Services
Social
Engineering
Social Engineering attacks simulate various phishing and vishing attacks to test the human element of the security.
Testing the human element of security, Social Engineering services simulate various phishing and vishing attacks. This provides a thorough understanding of employees' awareness levels and the effectiveness of detection and countermeasures to social engineering attacks, allowing us to devise a customized report and training plan that elevates the security awareness of the entire company.
Key focus areas include:
Phishing
The Phishing Test examines the employees' resilience to email-based attacks, where they are enticed to click on a URL or open a "malicious" attachment. Following initial Open-Source Intelligence (OSINT) investigations to tailor the attack, our auditors simulate a typical email interaction with the inclusion of seemingly harmless URL links or attachments. Depending on the pre-agreed scenario, these emails may lead to a custom-made website or contain an attachment disguised as an executable file to relay workstation data. Our team customizes each test scenario with dedicated internet domains, necessary infrastructure, and software. The resulting report outlines the assumptions, implemented scenarios, and comprehensive statistics reflecting the scope of the campaign.
Spear phishing
The Spear Phishing Test is a refined form of phishing, focused on targeted social engineering exploits that aim to identify gaps in your company's security policy. Unlike traditional phishing tests, spear phishing attacks are tailored to specific individuals or a small group, making them more credible and therefore more challenging. These tests help verify employees' behaviour against realistic threats and improve their threat recognition abilities. The test report provides a detailed account of the assumptions, implemented scenarios, and pertinent statistics relevant to the campaign.
Vishing
Vishing, or voice phishing, involves phone-based social engineering attacks designed to trick employees into divulging confidential information or performing actions that could compromise security. During the test, our auditors impersonate specific roles to gain the trust of the target and persuade them to take certain actions, such as executing a command or sharing sensitive data. The final report details the assumptions, scenarios implemented, and the results, giving you insights into the areas requiring attention and improvement.
On-site test
The purpose of on-site testing is to defeat physical security measures such as the building's reception desk or security using social engineering techniques. First, a reconnaissance of the location where the test is to take place is performed, then an attempt is made to enter the established location and perform certain actions. The entire social engineering attack is documented with photos taken during the attack. Prior to the start of the work, a detailed plan will be established in case the auditors are detected during an attempt to physically push through the security (e.g., unauthorized passage through the security gate).
FAQ
Q:
What is social engineering?
Social engineering refers to the psychological manipulation of individuals into performing actions or divulging confidential information. It is a type of human-based threat often used to trick users into making security mistakes or giving away sensitive information.
Q:
How can social engineering assessments help improve our company's security?

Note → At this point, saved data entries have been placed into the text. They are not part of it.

import { useId, type InputHTMLAttributes, type ReactNode, type Ref } from "react";
import { cn } from "./cn";

export type CheckboxProps = Omit<InputHTMLAttributes<HTMLInputElement>, "type"> & {
  /** Visible label, placed to the right of the box. */
  label: ReactNode;
  /** Secondary line under the label, bound with aria-describedby. */
  description?: ReactNode;
  ref?: Ref<HTMLInputElement>;
};

/** Native checkbox with its own label (click target covers box and text). */
export function Checkbox({ label, description, className, id, ...rest }: CheckboxProps) {
  const auto = useId();
  const inputId = id ?? auto;
  const descId = description ? `${inputId}-desc` : undefined;
  return (
    <div className={cn("flex items-start gap-2.5", className)}>
      <input
        id={inputId}
        type="checkbox"
        aria-describedby={descId}
        className="mt-0.5 size-4 shrink-0 cursor-pointer rounded-sm border-line-strong accent-accent disabled:cursor-not-allowed"
        {...rest}
      />
      <div className="grid gap-0.5">
        <label htmlFor={inputId} className="cursor-pointer text-sm leading-5 font-medium text-ink">
          {label}
        </label>
        {description ? (
          <p id={descId} className="text-[13px] leading-5 text-ink-2">
            {description}
          </p>
        ) : null}
      </div>
    </div>
  );
}
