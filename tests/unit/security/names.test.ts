/**
 * Names refuse control characters and Unicode bidirectional formatting
 * characters (Unicode Standard Annex #9 §2; the "Trojan Source" attack,
 * CVE-2021-42574), in every shared schema, so forms and the API agree.
 * E-mail subjects carry only a sanitised, length-capped name.
 */
import { describe, expect, it } from "vitest";
import { createApiKeySchema } from "@/lib/api-keys/schemas";
import { signUpSchema } from "@/lib/auth/schemas";
import { acceptWithSignUpSchema } from "@/lib/invitations/schemas";
import { circuitCreateSchema, observableCreateSchema } from "@/lib/library/schemas";
import { invitationMail, runFinishedMailFrom } from "@/lib/mail/templates";
import { noiseProfileInputSchema } from "@/lib/noise-profiles/schemas";
import { runCreateSchema } from "@/lib/runs/schemas";
import { createWebhookSchema } from "@/lib/webhooks/schemas";
import { NAME_CHARACTERS_MESSAGE, orgNameSchema, subjectSafeName } from "@/lib/validation/names";

const BELL = {
  format: "qasm2",
  source: 'OPENQASM 2.0;\ninclude "qelib1.inc";\nqreg q[1];\nh q[0];\n',
};

const nameFields: {
  label: string;
  parse: (name: string) => {
    success: boolean;
    error?: { issues: { message: string; path: PropertyKey[] }[] };
  };
}[] = [
  {
    label: "run",
    parse: (name) =>
      runCreateSchema.safeParse({
        circuit: BELL,
        observable: { format: "pauli", terms: "Z0" },
        name,
      }),
  },
  { label: "library circuit", parse: (name) => circuitCreateSchema.safeParse({ ...BELL, name }) },
  {
    label: "library observable",
    parse: (name) => observableCreateSchema.safeParse({ format: "pauli", terms: "Z0", name }),
  },
  {
    label: "noise profile",
    parse: (name) => noiseProfileInputSchema.safeParse({ name, noise: {} }),
  },
  { label: "API key", parse: (name) => createApiKeySchema.safeParse({ name, role: "viewer" }) },
  {
    label: "person (sign-up)",
    parse: (name) =>
      signUpSchema.safeParse({ name, email: "ada@example.org", password: "a sound password" }),
  },
  {
    label: "person (invitation)",
    parse: (name) =>
      acceptWithSignUpSchema.safeParse({
        name,
        token: "x".repeat(20),
        password: "a sound password",
      }),
  },
  { label: "organisation", parse: (name) => orgNameSchema.safeParse(name) },
  {
    label: "webhook description",
    parse: (name) =>
      createWebhookSchema.safeParse({ url: "https://example.com/hooks", description: name }),
  },
];

const bad = [
  ["NUL", "lab\u0000run"],
  ["right-to-left override", "invoice\u202Egpj.exe"],
  ["left-to-right embedding", "a\u202Ab"],
  ["pop directional formatting", "a\u202Cb"],
  ["right-to-left isolate", "a\u2067b"],
  ["pop directional isolate", "a\u2069b"],
  ["right-to-left mark", "a\u200Fb"],
  ["Arabic letter mark", "a\u061Cb"],
  ["line feed inside", "first\nsecond"],
  ["carriage return inside", "first\rsecond"],
  ["tab inside", "a\tb"],
  ["escape", "a\u001b[31mred"],
  ["DEL", "a\u007Fb"],
  ["C1 control", "a\u0085b"],
];

describe("names in every shared schema", () => {
  for (const field of nameFields) {
    it(`${field.label}: refuses control and bidi characters with one clear message`, () => {
      for (const [what, value] of bad) {
        const result = field.parse(value);
        expect(result.success, `${field.label} accepted ${what}`).toBe(false);
        const issue = result.error!.issues.find((i) => i.message === NAME_CHARACTERS_MESSAGE);
        expect(issue, `${field.label} / ${what}`).toBeDefined();
      }
    });

    it(`${field.label}: keeps ordinary names, accents, CJK and right-to-left scripts`, () => {
      for (const ok of [
        "Ground state of H₂",
        "Énergie — essai 3",
        "量子回路",
        "דוגמה",
        "مثال",
        "O'Brien's lab",
      ]) {
        expect(field.parse(ok).success, `${field.label}: ${ok}`).toBe(true);
      }
    });
  }
});

describe("e-mail subjects", () => {
  it("subjectSafeName flattens controls and bidi characters and caps the length", () => {
    expect(subjectSafeName("a\r\nBcc: x@evil.example")).toBe("a Bcc: x@evil.example");
    expect(subjectSafeName("x\u202Eyz")).toBe("x yz");
    const long = subjectSafeName("n".repeat(500));
    expect(Array.from(long)).toHaveLength(40);
    expect(long.endsWith("…")).toBe(true);
  });

  it("a run-finished subject carries only the capped run name", () => {
    const mail = runFinishedMailFrom({
      runName: `Urgent\r\nReply-To: x@evil.example ${"!".repeat(300)}`,
      verb: "finished",
      duration: "2 min 00 s",
      outcome: "ok",
      url: "http://localhost/app",
    });
    expect(mail.subject).not.toMatch(/[\r\n]/);
    expect(mail.subject.length).toBeLessThanOrEqual(60);
  });

  it("an invitation subject names the organisation only, never the inviter's chosen name", () => {
    const mail = invitationMail({
      orgName: "Quantum Lab",
      inviterName: "Your bank: verify at evil.example",
      roleLabel: "Viewer",
      url: "http://localhost/x",
      expires: "soon",
    });
    expect(mail.subject).toBe("You are invited to Quantum Lab on Ketwise");
  });
});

Social engineering assessments can help identify areas of vulnerability within your organization's human element, raising awareness of the types of tactics used by attackers and providing valuable insights into how to improve your staff's security awareness.
Q:
What is the pricing for a social engineering assessment?
The cost for a social engineering assessment depends on the complexity of the scenario and the number of individuals involved. Please contact our sales team for a detailed quote.
Q:
What types of social engineering attacks can your assessment simulate?
Our social engineering assessments can simulate a variety of attack scenarios, including phishing emails, vishing (voice phishing), smishing (SMS phishing), pretexting, and baiting. The goal is to replicate the tactics used by real-world attackers as closely as possible.
Q:
How can we use the results of a social engineering assessment?
The results from a social engineering assessment can be used to educate your employees about the tactics used by attackers, reinforce security policies, and implement more effective security awareness training. The aim is to enhance your organization's human firewall and reduce the risk of future social engineering attacks.